The second objective, however, is not as simply explained. In the second objective, I go after “power pieces”. That is to say, I focus on taking certain pieces out of play. Power pieces are one of two things; dangerous pieces, or precious pieces. Dangerous pieces are the Queens, Rooks, Bishops, or Knights. Whichever piece causes me the most harm the longer it remains on the board, I focus on taking it out. Usually I go for Queens first followed by Rooks followed by Bishops followed by Knights. By precious pieces, I mean pieces that your opponent likes to use the most. Almost everyone likes using their Queen. Some people also like to use one other unit. Your opponent may be adept at frustrating you with Knights and if so, you’ll focus on taking out his Knights after his Queen. If you find he uses a certain unit for a lot of strategies, taking out this unit from play will hamper his plans and screw with his mind.

The essence of my play style is that I realize that chess is a thinking game and that I can attack an opponent’s mind as much as I can attack his pieces. For example, taking out someone’s Queen often demoralizes them because they think the game is over, when they lost their most powerful piece. There are usually a range of tells, from the audible ‘sigh’ when your opponent notices his mistake to the “Oh shit!” kind of disappointment.

My play style works well I believe in that I never really go into a game without a plan. I may not have a plan on how I will begin the game or end it, but I do know what I am doing. I am either checking my opponents king or taking the pieces he values most. When I play against someone repeatedly, it gets even better as I learn not only what strategies they go for, but more importantly the pieces they value. As I play the game my opponent will often wonder what my plan is as he has to keep track of his King, his Queen, or His (Insert piece I choose here). As I play against someone repeatedly, I get to know his mind more and can attack it even easier.

I attack the mind so that my opponent forgets about me and worries about himself. I want him to worry about his King and the other pieces he likes. I want him to worry about losing important pieces when he is focusing on his King and I want him to worry about getting check mated when he is focused on preserving his favorite pieces. My signature move plays on this phenomenon perfectly.

Whenever I can, I try to move my chess pieces so that I can attack as many of his pieces as I can. Usually Knights are the best for this maneuver, but any piece can do the job. Often times I try to place my Knight so that it threatens Queen and checks the King. My opponent is forced to move his King or to attempt to take out the Knight and thus leaves his Queen open to capture. I usually manage to get one, maybe two of these double attacks in a game, and their effects on the mind of my opponent are delightful. They become extra cautious of whatever pieces they move. They focus on conserving their pieces to the detriment of their game plan. Often performing this move successfully brings me more satisfaction than winning the game.
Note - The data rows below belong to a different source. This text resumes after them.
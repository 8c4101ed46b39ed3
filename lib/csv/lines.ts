import Papa from "papaparse";

// A spreadsheet's CSV read row by row with the line number a person sees in their
// spreadsheet or text editor (1 = the header line): a quoted value may span lines, so rows
// and lines are not the same count. Shared by the species list and paper sheets; each
// checks its own columns. Pure: no database, no framework.

export type CsvLine = { line: number; cells: string[] };
export type CsvReadProblem =
  | { line: number; code: "unreadable"; values: { detail: string } }
  | { line: number; code: "tooManyRows"; values: { maximum: number } };

/** Spaces collapsed and trimmed. */
export const norm = (s: string) => s.trim().replace(/\s+/g, " ");
/** A code word: "Vascular plants", "vascular-plants" and "VASCULAR_PLANTS" all read vascular_plants. */
export const code = (s: string) =>
  norm(s)
    .toLowerCase()
    .replace(/[\s-]+/g, "_");

/**
 * The rows of `body` (a byte-order mark already removed), blank lines skipped, and lines
 * starting with "#" too when `comments` is set. More than `maxRows` rows after the header
 * stops the reading with one "tooManyRows" problem on the last line read.
 */
export function readCsvLines(
  body: string,
  options: { maxRows: number; comments?: boolean },
): { records: CsvLine[]; problems: CsvReadProblem[] } {
  const records: CsvLine[] = [];
  const problems: CsvReadProblem[] = [];
  let consumed = 0;
  let line = 1;
  const advance = (to: number) => {
    for (let i = consumed; i < to; i++) if (body[i] === "\n") line++;
    consumed = to;
  };
  let tooMany = false;
  Papa.parse<string[]>(body, {
    skipEmptyLines: "greedy",
    ...(options.comments ? { comments: "#" } : {}),
    delimitersToGuess: [",", ";", "\t"],
    step: (result, parser) => {
      // Skip the blank lines (and note lines) papaparse passed over before this row.
      let start = consumed;
      for (;;) {
        while (start < body.length && /[\n\r \t]/.test(body[start]!)) start++;
        const lineStart = start === 0 || body[start - 1] === "\n";
        if (!options.comments || body[start] !== "#" || !lineStart) break;
        while (start < body.length && body[start] !== "\n") start++;
      }
      advance(start);
      const rowLine = line;
      for (const e of result.errors) {
        if (e.code === "UndetectableDelimiter") continue;
        problems.push({ line: rowLine, code: "unreadable", values: { detail: e.message } });
      }
      records.push({ line: rowLine, cells: result.data.map((c) => String(c ?? "")) });
      advance(result.meta.cursor);
      if (records.length > options.maxRows + 1) {
        tooMany = true;
        parser.abort();
      }
    },
  });
  if (tooMany)
    return {
      records,
      problems: [{ line: records.at(-1)!.line, code: "tooManyRows", values: { maximum: options.maxRows } }],
    };
  return { records, problems };
}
Playing with these two objectives doesn’t make it too hard to manage all my pieces or exactly what moves I’m playing with. If I starting moving to attack his King and he moves his pieces so that I can’t check (mate) him, usually he leaves an opening on his Queen or one of his other precious pieces. If he starts worrying about conserving his pieces, I play this to my advantage too. I threaten his pieces so that he moves his pieces where I want. I might threaten his Queen when I really want to take out his Rook. I might threaten his Rook when I really want to check his King. As the game of cats and mice goes on, he slips up with a bad move with his King and I can check mate him. Most often, he moves his King away safely at the expense of the King’s bride.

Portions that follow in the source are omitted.